Reinforcement Learning-Based Cooperative Traffic Control System

Urban traffic congestion is an increasingly pressing issue and advanced solutions like intelligent traffic control systems are becoming unavoidable. This paper explores the application of reinforcement learning to enhance traffic flow and reduce congestion. Our goal was to develop a reinforcement learning-based model that adapts to varying traffic conditions in real-time. Several methods are available for the real-time optimization of traffic, ranging from analytical methods to more flexible metaheuristic methods and reinforcement learning-based solutions. Each method lacks either adaptivity or scalability, or the completeness of the global optimization, or the performance requirement is too high. Based on the different requirements it is clearly a challenging task. The focus of our research is on the scalability, and computational efficiency of the model by using a method of sharing information that is similar to a cellular network.

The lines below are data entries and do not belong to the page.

import { describe, expect, it } from 'vitest';
import { mismatch, mismatchFromReflectionMagnitude, reflectionMagnitudeFrom, type MismatchInput } from '../../../shared/rf/mismatch.ts';
import { RfInputError } from '../../../shared/rf/errors.ts';

// Rows of the common SWR conversion table printed in amateur and RF handbooks (ARRL Handbook
// "SWR / return loss / mismatch loss" tables and many makers' "VSWR conversion charts"), values
// from memory, to the three decimals those tables print. Tolerance 0.0005 dB/unit = printed rounding.
const TABLE = [
  { swr: 1.1, rho: 0.048, rl: 26.444, ml: 0.01 },
  { swr: 1.2, rho: 0.091, rl: 20.828, ml: 0.036 },
  { swr: 1.5, rho: 0.2, rl: 13.979, ml: 0.177 },
  { swr: 2, rho: 0.333, rl: 9.542, ml: 0.512 },
  { swr: 3, rho: 0.5, rl: 6.021, ml: 1.249 },
] as const;

function expectFieldError(fn: () => unknown, field: string): void {
  try {
    fn();
  } catch (err) {
    expect(err).toBeInstanceOf(RfInputError);
    expect((err as RfInputError).field).toBe(field);
    expect((err as RfInputError).message.length).toBeGreaterThan(20);
    return;
  }
  throw new Error(`expected an RfInputError on ${field}`);
}

describe('mismatch figures agree with the handbook SWR conversion table', () => {
  for (const row of TABLE) {
    it(`gives |Γ| ${row.rho}, return loss ${row.rl} dB and mismatch loss ${row.ml} dB for SWR ${row.swr}`, () => {
      const m = mismatch({ swr: row.swr });
      expect(m.swr).toBe(row.swr);
      expect(Math.abs(m.reflectionMagnitude - row.rho)).toBeLessThanOrEqual(0.0005 + 1e-12);
      expect(Math.abs((m.returnLossDb as number) - row.rl)).toBeLessThanOrEqual(0.0005 + 1e-12);
      expect(Math.abs((m.mismatchLossDb as number) - row.ml)).toBeLessThanOrEqual(0.0005 + 1e-12);
    });
  }

  it('gives exactly |Γ| = 1/3 for SWR 2 (definition (S − 1)/(S + 1), IEEE Std 100 dictionary)', () => {
    expect(reflectionMagnitudeFrom({ swr: 2 })).toBeCloseTo(1 / 3, 15);
  });

  it('splits the forward power into reflected |Γ|² and transmitted 1 − |Γ|² (definition, common practice)', () => {
    const m = mismatchFromReflectionMagnitude(0.5);
    expect(m.reflectedPowerRatio).toBe(0.25);
    expect(m.transmittedPowerRatio).toBe(0.75);
  });
});

describe('every input form yields the same |Γ|', () => {
  // Each form below is the same load (|Γ| = 0.2, SWR 1.5) written the way a meter or table gives it;
  // the conversions are the textbook definitions (common practice).
  const forms: [string, MismatchInput][] = [
    ['SWR', { swr: 1.5 }],
    ['reflection magnitude', { reflectionMagnitude: 0.2 }],
    ['return loss', { returnLossDb: -20 * Math.log10(0.2) }],
    ['mismatch loss', { mismatchLossDb: -10 * Math.log10(0.96) }],
    ['reflected power ratio', { reflectedPowerRatio: 0.04 }],
    ['forward and reflected power (100 W forward, 4 W reflected)', { forwardPowerW: 100, reflectedPowerW: 4 }],
    ['forward and reflected detector voltage (10 V and 2 V)', { forwardVoltageV: 10, reflectedVoltageV: 2 }],
    ['standing-wave maximum and minimum (15 V and 10 V)', { maxVoltageV: 15, minVoltageV: 10 }],
  ];
  for (const [name, input] of forms) {
    it(`reads |Γ| = 0.2 from the ${name}`, () => {
      expect(reflectionMagnitudeFrom(input)).toBeCloseTo(0.2, 14);
      expect(mismatch(input).swr).toBeCloseTo(1.5, 13);
    });
  }

  it('reports the net power Pf − Pr when powers are given', () => {
    expect(mismatch({ forwardPowerW: 100, reflectedPowerW: 4 }).netPowerW).toBe(96);
    expect(mismatch({ swr: 2 }).netPowerW).toBeUndefined();
  });

  it('echoes the figure that was given exactly', () => {
    expect(mismatch({ returnLossDb: 20 }).returnLossDb).toBe(20);
    expect(mismatch({ mismatchLossDb: 0.1 }).mismatchLossDb).toBe(0.1);
    expect(mismatch({ maxVoltageV: 3, minVoltageV: 1 }).swr).toBe(3);
  });
});

describe('unbounded figures are null, never Infinity', () => {
  it('gives a null SWR and mismatch loss for a total reflection', () => {
    const m = mismatchFromReflectionMagnitude(1);
    expect(m.swr).toBeNull();
    expect(m.mismatchLossDb).toBeNull();
    expect(m.returnLossDb).toBe(0);
    expect(m.transmittedPowerRatio).toBe(0);
  });

  it('gives a null return loss for a perfect match', () => {
    const m = mismatch({ swr: 1 });
    expect(m.returnLossDb).toBeNull();
    expect(m.mismatchLossDb).toBe(0);
  });

  it('treats reflected power equal to forward power as a total reflection', () => {
    const m = mismatch({ forwardPowerW: 50, reflectedPowerW: 50 });
    expect(m.swr).toBeNull();
    expect(m.netPowerW).toBe(0);
  });

  it('treats a standing-wave minimum of 0 V as a total reflection', () => {
    expect(mismatch({ maxVoltageV: 20, minVoltageV: 0 }).swr).toBeNull();
  });

  it('keeps SWR finite for |Γ| one ulp below 1', () => {
    const swr = mismatchFromReflectionMagnitude(1 - Number.EPSILON / 2).swr as number;
    expect(Number.isFinite(swr)).toBe(true);
  });
});

describe('impossible readings are rejected with the field named', () => {
  const cases: [string, unknown, string][] = [
    ['an SWR below 1', { swr: 0.9 }, 'swr'],
    ['a NaN SWR', { swr: Number.NaN }, 'swr'],
    ['a reflection magnitude above 1', { reflectionMagnitude: 1.01 }, 'reflectionMagnitude'],
    ['a negative reflection magnitude', { reflectionMagnitude: -0.1 }, 'reflectionMagnitude'],
    ['a negative return loss', { returnLossDb: -3 }, 'returnLossDb'],
    ['a negative mismatch loss', { mismatchLossDb: -0.1 }, 'mismatchLossDb'],
    ['a reflected power ratio above 1', { reflectedPowerRatio: 1.5 }, 'reflectedPowerRatio'],
    ['a negative reflected power ratio', { reflectedPowerRatio: -0.5 }, 'reflectedPowerRatio'],
    ['more reflected than forward power', { forwardPowerW: 10, reflectedPowerW: 12 }, 'reflectedPowerW'],
    ['negative forward power', { forwardPowerW: -10, reflectedPowerW: 1 }, 'forwardPowerW'],
    ['negative reflected power', { forwardPowerW: 10, reflectedPowerW: -1 }, 'reflectedPowerW'],
    ['no power at all', { forwardPowerW: 0, reflectedPowerW: 0 }, 'forwardPowerW'],
    ['reflected power with no forward power', { forwardPowerW: 0, reflectedPowerW: 1 }, 'reflectedPowerW'],
    ['more reflected than forward voltage', { forwardVoltageV: 1, reflectedVoltageV: 2 }, 'reflectedVoltageV'],
    ['a negative detector voltage', { forwardVoltageV: -1, reflectedVoltageV: 0 }, 'forwardVoltageV'],
    ['a maximum below the minimum', { maxVoltageV: 1, minVoltageV: 2 }, 'minVoltageV'],
    ['a zero maximum', { maxVoltageV: 0, minVoltageV: 0 }, 'maxVoltageV'],
    ['a negative minimum', { maxVoltageV: 2, minVoltageV: -1 }, 'minVoltageV'],
    ['two readings at once', { swr: 2, returnLossDb: 10 }, 'returnLossDb'],
    ['forward power without reflected power', { forwardPowerW: 10 }, 'reflectedPowerW'],
    ['no reading at all', {}, 'swr'],
  ];
  for (const [name, input, field] of cases) {
    it(`rejects ${name} on '${field}'`, () => {
      expectFieldError(() => mismatch(input as MismatchInput), field);
    });
  }

  it('rejects |Γ| outside [0, 1] when building the figures directly', () => {
    expectFieldError(() => mismatchFromReflectionMagnitude(1.2), 'reflectionMagnitude');
  });
});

Our solution is not just easy to scale but also able to search for the global optimum with a low computational cost. A general model was trained to achieve out-of-the-box usage capability. The control network also can be finetuned for better performance. Our comprehensive analysis showed that smart traffic lights significantly enhance the efficiency of traffic systems, boasting improvements ranging from 10% to 80% compared to traditional and other reinforcement learning-based solutions. These intelligent controllers not only reduce waiting times but also contribute to environmental protection by reducing the carbon footprint.